** WHAT THE TASK REQUIRES **
Print exactly the lines below between the line holding "import pytest" and the line holding "from armlock.audit.synth import", inclusive, and nothing more.

Stored items
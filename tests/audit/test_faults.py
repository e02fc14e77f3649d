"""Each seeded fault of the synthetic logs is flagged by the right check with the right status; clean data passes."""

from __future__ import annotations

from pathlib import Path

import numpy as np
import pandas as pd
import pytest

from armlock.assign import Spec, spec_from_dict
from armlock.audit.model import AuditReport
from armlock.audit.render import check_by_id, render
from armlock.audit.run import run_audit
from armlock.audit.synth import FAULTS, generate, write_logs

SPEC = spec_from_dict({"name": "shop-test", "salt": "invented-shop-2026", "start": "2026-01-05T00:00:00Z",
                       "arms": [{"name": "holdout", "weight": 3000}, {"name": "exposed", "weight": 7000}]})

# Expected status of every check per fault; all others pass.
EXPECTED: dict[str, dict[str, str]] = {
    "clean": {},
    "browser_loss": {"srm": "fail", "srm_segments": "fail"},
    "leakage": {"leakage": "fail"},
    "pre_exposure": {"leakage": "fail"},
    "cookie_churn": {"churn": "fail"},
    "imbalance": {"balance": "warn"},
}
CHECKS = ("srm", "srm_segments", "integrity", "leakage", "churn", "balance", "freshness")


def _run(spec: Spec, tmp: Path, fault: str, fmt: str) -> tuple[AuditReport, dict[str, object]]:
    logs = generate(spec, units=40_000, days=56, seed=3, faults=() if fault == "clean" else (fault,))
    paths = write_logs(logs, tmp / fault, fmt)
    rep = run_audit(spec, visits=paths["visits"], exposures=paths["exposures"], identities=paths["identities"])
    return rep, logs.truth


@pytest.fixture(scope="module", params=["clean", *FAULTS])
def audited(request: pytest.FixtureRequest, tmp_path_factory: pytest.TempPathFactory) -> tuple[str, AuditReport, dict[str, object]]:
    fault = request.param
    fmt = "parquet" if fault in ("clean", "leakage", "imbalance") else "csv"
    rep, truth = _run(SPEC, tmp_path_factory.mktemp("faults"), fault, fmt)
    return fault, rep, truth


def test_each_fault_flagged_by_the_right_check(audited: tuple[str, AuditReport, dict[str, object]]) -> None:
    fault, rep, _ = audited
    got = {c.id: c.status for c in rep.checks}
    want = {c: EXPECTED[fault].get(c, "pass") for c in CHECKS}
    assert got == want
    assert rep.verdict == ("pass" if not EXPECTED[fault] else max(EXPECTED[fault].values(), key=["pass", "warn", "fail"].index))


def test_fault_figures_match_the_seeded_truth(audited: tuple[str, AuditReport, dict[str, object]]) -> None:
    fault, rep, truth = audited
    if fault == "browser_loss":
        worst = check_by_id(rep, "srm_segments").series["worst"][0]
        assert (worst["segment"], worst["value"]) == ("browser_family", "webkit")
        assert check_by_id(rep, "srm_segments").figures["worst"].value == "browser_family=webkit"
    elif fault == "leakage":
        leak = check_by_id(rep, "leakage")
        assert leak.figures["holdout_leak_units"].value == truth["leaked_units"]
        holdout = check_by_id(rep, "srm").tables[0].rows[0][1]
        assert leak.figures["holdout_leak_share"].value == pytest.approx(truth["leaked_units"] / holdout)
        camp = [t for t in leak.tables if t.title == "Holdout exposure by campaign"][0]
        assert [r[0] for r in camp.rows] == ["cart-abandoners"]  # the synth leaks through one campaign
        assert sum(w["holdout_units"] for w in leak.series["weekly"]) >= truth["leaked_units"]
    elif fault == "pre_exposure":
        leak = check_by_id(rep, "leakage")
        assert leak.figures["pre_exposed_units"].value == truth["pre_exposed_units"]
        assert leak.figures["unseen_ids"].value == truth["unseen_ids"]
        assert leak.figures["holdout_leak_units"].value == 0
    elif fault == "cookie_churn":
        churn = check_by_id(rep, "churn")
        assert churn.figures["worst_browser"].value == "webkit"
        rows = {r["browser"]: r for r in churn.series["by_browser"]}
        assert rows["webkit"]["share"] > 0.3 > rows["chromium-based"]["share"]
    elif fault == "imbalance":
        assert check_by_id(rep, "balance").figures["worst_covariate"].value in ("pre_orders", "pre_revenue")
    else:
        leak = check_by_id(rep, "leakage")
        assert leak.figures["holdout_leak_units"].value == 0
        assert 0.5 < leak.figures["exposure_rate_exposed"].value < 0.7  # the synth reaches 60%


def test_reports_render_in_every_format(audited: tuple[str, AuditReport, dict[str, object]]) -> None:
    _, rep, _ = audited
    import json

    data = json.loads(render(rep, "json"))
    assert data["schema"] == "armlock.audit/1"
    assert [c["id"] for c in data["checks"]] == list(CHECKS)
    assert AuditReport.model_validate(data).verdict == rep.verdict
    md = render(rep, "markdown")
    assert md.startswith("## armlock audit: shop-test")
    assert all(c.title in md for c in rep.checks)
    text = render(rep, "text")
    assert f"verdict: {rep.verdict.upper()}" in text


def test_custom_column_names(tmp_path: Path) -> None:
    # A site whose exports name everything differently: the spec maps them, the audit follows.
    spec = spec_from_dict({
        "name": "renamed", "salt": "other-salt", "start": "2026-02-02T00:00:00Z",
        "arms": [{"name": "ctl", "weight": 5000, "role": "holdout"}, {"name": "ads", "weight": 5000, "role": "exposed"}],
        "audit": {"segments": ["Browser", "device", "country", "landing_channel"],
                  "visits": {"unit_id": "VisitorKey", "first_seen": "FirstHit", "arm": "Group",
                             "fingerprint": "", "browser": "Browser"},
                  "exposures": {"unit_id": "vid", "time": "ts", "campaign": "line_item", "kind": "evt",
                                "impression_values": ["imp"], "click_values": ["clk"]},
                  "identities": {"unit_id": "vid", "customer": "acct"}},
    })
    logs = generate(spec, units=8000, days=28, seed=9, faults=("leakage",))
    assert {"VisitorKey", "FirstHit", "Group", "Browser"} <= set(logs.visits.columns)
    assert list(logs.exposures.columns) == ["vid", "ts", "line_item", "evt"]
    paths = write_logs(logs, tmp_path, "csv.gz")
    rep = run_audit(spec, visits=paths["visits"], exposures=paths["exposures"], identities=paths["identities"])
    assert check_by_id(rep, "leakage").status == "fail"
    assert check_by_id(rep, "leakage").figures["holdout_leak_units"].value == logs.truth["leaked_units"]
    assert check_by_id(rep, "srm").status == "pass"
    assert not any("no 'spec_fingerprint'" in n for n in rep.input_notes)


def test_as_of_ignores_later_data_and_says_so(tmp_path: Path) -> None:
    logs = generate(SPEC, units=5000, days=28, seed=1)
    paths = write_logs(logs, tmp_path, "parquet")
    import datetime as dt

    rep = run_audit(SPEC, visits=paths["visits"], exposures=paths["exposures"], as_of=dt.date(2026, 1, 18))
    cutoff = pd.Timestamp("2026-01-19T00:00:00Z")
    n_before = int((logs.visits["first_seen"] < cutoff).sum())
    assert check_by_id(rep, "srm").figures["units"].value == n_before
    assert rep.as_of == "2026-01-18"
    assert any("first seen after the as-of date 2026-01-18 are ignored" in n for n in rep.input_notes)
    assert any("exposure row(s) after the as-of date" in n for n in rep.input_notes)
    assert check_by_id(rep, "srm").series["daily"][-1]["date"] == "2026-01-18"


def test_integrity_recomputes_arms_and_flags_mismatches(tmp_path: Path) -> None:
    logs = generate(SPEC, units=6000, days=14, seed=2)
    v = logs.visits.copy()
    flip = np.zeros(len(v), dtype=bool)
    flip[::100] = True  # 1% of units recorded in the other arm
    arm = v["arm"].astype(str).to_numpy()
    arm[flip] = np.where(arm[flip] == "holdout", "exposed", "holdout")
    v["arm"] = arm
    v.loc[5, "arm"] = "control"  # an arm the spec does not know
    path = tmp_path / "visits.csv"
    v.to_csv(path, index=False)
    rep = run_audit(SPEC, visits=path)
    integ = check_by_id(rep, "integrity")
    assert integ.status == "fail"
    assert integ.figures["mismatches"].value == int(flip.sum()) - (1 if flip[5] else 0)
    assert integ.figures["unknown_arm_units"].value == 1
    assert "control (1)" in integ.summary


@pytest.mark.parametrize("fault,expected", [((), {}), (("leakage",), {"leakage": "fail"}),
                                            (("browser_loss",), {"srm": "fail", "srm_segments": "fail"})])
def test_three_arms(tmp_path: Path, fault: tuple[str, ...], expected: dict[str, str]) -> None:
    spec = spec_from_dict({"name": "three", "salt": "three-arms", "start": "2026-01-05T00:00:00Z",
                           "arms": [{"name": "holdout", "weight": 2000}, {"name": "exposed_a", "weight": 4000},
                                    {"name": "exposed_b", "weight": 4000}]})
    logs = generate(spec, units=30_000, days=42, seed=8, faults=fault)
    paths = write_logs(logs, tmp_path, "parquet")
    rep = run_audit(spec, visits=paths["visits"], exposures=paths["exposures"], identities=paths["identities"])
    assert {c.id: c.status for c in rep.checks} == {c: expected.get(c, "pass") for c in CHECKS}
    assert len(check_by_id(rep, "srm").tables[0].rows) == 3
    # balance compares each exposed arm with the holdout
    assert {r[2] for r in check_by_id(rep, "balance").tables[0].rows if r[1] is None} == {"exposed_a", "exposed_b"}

** YOUR SOLUTION **
import pytest

from armlock.assign import Spec, spec_from_dict
from armlock.audit.model import AuditReport
from armlock.audit.render import check_by_id, render
from armlock.audit.run import run_audit
from armlock.audit.synth import FAULTS, generate, write_logs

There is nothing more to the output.